Migrations: adding attributes
What is this substack about? Here is the list of best ideas from the first 25 issues.
In the previous post we started a long discussion of database migrations. We tackled the easiest case first: adding anchors (or entities, or nouns). Now we can discuss adding attributes. Again, we begin with discussing the logical schema, and then continue with one particular aspect of physical implementation.
Attribute is a piece of data about the anchor, such as:
What is the name of the user?
What is the status of the payment?
Is the post active?
How much does this item cost?
Most of the time attributes are represented physically by some kind of a column in a relational database, but there are other popular implementations, such as key/value storage, “schemaless” approaches, JSON, and even non-relational storage such as S3. For example, you can represent an attribute “avatar of the user” by an S3 object that contains a JPEG file. Attribute data types are discussed in the “Structural and pure attributes” issue.
To create a new attribute, we need to have an anchor. So, we have a structural dependency between attributes and anchors.
All attributes are structurally independent: you do not care about any other attribute if you want to create a new one. However, there are two other ways of how different attributes can depend on one another.
First, you can have a data dependency between attributes (and also between attributes and links). This topic was extensively discussed: see “Either/or/or” in the Table of Contents of this substack. In this issue we’re not going to talk about this, for clarity.
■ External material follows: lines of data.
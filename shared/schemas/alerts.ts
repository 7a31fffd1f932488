import { z } from 'zod';
import { alertKind, alertSeverity, alertStatus } from '@shared/alerts/kinds';
import { parameterKey } from '@shared/parameters/keys';

export const alertListQuery = z.object({
  status: z.enum(['active', 'open', 'acknowledged', 'resolved', 'all']).default('active'),
  severity: alertSeverity.optional(),
  tankId: z.uuid().optional(),
  limit: z.coerce.number().int().min(1).max(200).default(100),
});
export type AlertListQuery = z.infer<typeof alertListQuery>;

export const alertIdParams = z.object({ alertId: z.uuid() });

export const acknowledgeInput = z.object({ note: z.string().trim().max(1000).optional() });
export const resolveInput = z.object({ note: z.string().trim().min(1, 'Say what was done.').max(1000) });

export const alertEventView = z.object({
  id: z.uuid(),
  type: z.enum(['opened', 'escalated', 'de-escalated', 'acknowledged', 'resolved']),
  severity: alertSeverity,
  value: z.number().nullable(),
  note: z.string().nullable(),
  actorName: z.string().nullable(),
  at: z.iso.datetime(),
});

export const alertView = z.object({
  id: z.uuid(),
  tank: z.object({ id: z.uuid(), name: z.string(), siteLabel: z.string().nullable() }),
  kind: alertKind,
  parameter: parameterKey.nullable(),
  severity: alertSeverity,
  status: alertStatus,
  title: z.string(),
  body: z.string(),
  value: z.number().nullable(),
  limitValue: z.number().nullable(),
  direction: z.string().nullable(),
  openedAt: z.iso.datetime(),
  lastSeenAt: z.iso.datetime(),
  acknowledgedAt: z.iso.datetime().nullable(),
  acknowledgedBy: z.string().nullable(),
  resolvedAt: z.iso.datetime().nullable(),
  events: z.array(alertEventView).optional(),
});
export type AlertView = z.infer<typeof alertView>;
export type AlertEventView = z.infer<typeof alertEventView>;

export const notificationView = z.object({
  id: z.uuid(),
  severity: alertSeverity,
  title: z.string(),
  body: z.string(),
  link: z.string(),
  readAt: z.iso.datetime().nullable(),
  createdAt: z.iso.datetime(),
});
export type NotificationView = z.infer<typeof notificationView>;

export const markReadInput = z.object({ ids: z.array(z.uuid()).max(200).optional() });
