import { sql } from 'drizzle-orm';
import { bucketOrigin, bucketWidthMs } from '@shared/readings/buckets';
import type { ReadingBucket, ReadingHistory, ReadingHistoryQuery } from '@shared/schemas/readings';
import type { Db } from '../db/client';
import { findTankFor } from '../policy/index';
import type { Actor } from './actors';
import { parameterLimitsInForce } from './limits';
import { readingColumns, readingFromRow, type ReadingRow } from './readings';

type BucketRow = {
  start_ms: number | string;
  min: number;
  mean: number;
  max: number;
  count: number;
  device: number;
  home: number;
  visit: number;
};

/**
 * A window of one parameter's history. PostgreSQL does the summarising (date_bin over
 * readings_history_idx), so a year of 5-minute device readings leaves the database as a few
 * hundred rows. A window with no more readings than `points` comes back raw instead.
 */
export async function readingHistory(
  db: Db,
  actor: Actor,
  tankId: string,
  query: ReadingHistoryQuery,
): Promise<ReadingHistory> {
  const tank = await findTankFor(db, actor, tankId, 'read');
  const { parameter, from, to, points } = query;
  const window = sql`r.tank_id = ${tank.id} and r.parameter = ${parameter}
    and r.measured_at >= ${from}::timestamptz and r.measured_at <= ${to}::timestamptz`;
  const bucketMs = bucketWidthMs(Date.parse(to) - Date.parse(from), points);

  const [bucketed, limits] = await Promise.all([
    db.execute<BucketRow>(sql`
      select
        extract(epoch from date_bin(${`${bucketMs} milliseconds`}::interval, r.measured_at, ${bucketOrigin}::timestamptz)) * 1000
          as start_ms,
        min(r.value) as min, avg(r.value) as mean, max(r.value) as max, count(*)::int as count,
        (count(*) filter (where r.source = 'device'))::int as device,
        (count(*) filter (where r.source = 'home-test'))::int as home,
        (count(*) filter (where r.source = 'visit'))::int as visit
      from readings r
      where ${window}
      group by 1
      order by 1`),
    parameterLimitsInForce(db, tank, parameter),
  ]);
  const total = bucketed.rows.reduce((sum, row) => sum + row.count, 0);
  const base = { parameter, from, to, total, limits };

  if (total <= points) {
    const raw = await db.execute<ReadingRow>(sql`
      select ${readingColumns(sql`r`)} from readings r where ${window}
      order by r.measured_at, r.id`);
    const readings = raw.rows.map(readingFromRow);
    return { ...base, mode: 'raw', bucketMs: null, buckets: [], readings, latest: readings.at(-1) ?? null };
  }

  // The people's readings stay one by one (the newest `points` of them), so the chart can say
  // who measured what; the latest reading of any source gives the window's "latest".
  const [people, latest] = await Promise.all([
    db.execute<ReadingRow>(sql`
      select * from (
        select ${readingColumns(sql`r`)} from readings r
        where ${window} and r.source <> 'device'
        order by r.measured_at desc, r.id desc
        limit ${points}
      ) x order by x.measured_at_ms, x.id`),
    db.execute<ReadingRow>(sql`
      select ${readingColumns(sql`r`)} from readings r where ${window}
      order by r.measured_at desc, r.id desc limit 1`),
  ]);
  const buckets: ReadingBucket[] = bucketed.rows.map((row) => ({
    start: new Date(Math.round(Number(row.start_ms))).toISOString(),
    min: row.min,
    mean: row.mean,
    max: row.max,
    count: row.count,
    bySource: { device: row.device, 'home-test': row.home, visit: row.visit },
  }));
  return {
    ...base,
    mode: 'buckets',
    bucketMs,
    buckets,
    readings: people.rows.map(readingFromRow),
    latest: latest.rows[0] ? readingFromRow(latest.rows[0]) : null,
  };
}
Second, you can have a physical dependency between two attributes.
Physical implementation
As we mentioned in the previous post, you can almost always create a new anchor without affecting the behaviour of the system in any way. But with attributes the story is a bit different.
When you add an attribute, you need to choose a table where this attribute is going to be stored as a column. This is particularly relevant in the traditional relational environments. (We’re not going to talk about various schemaless solutions this time though: they introduce their own interesting challenges, worthy of a separate post.)
You have three possibilities: 1) add a field to the main table where the anchor is stored; 2) add a field to a side table (creating this side-table, or reusing one of the existing ones); 3) create a two-field per-attribute table. The thinking process behind this is discussed in the “Game theory in database design” post, where we introduced the concept of The Game of Tables.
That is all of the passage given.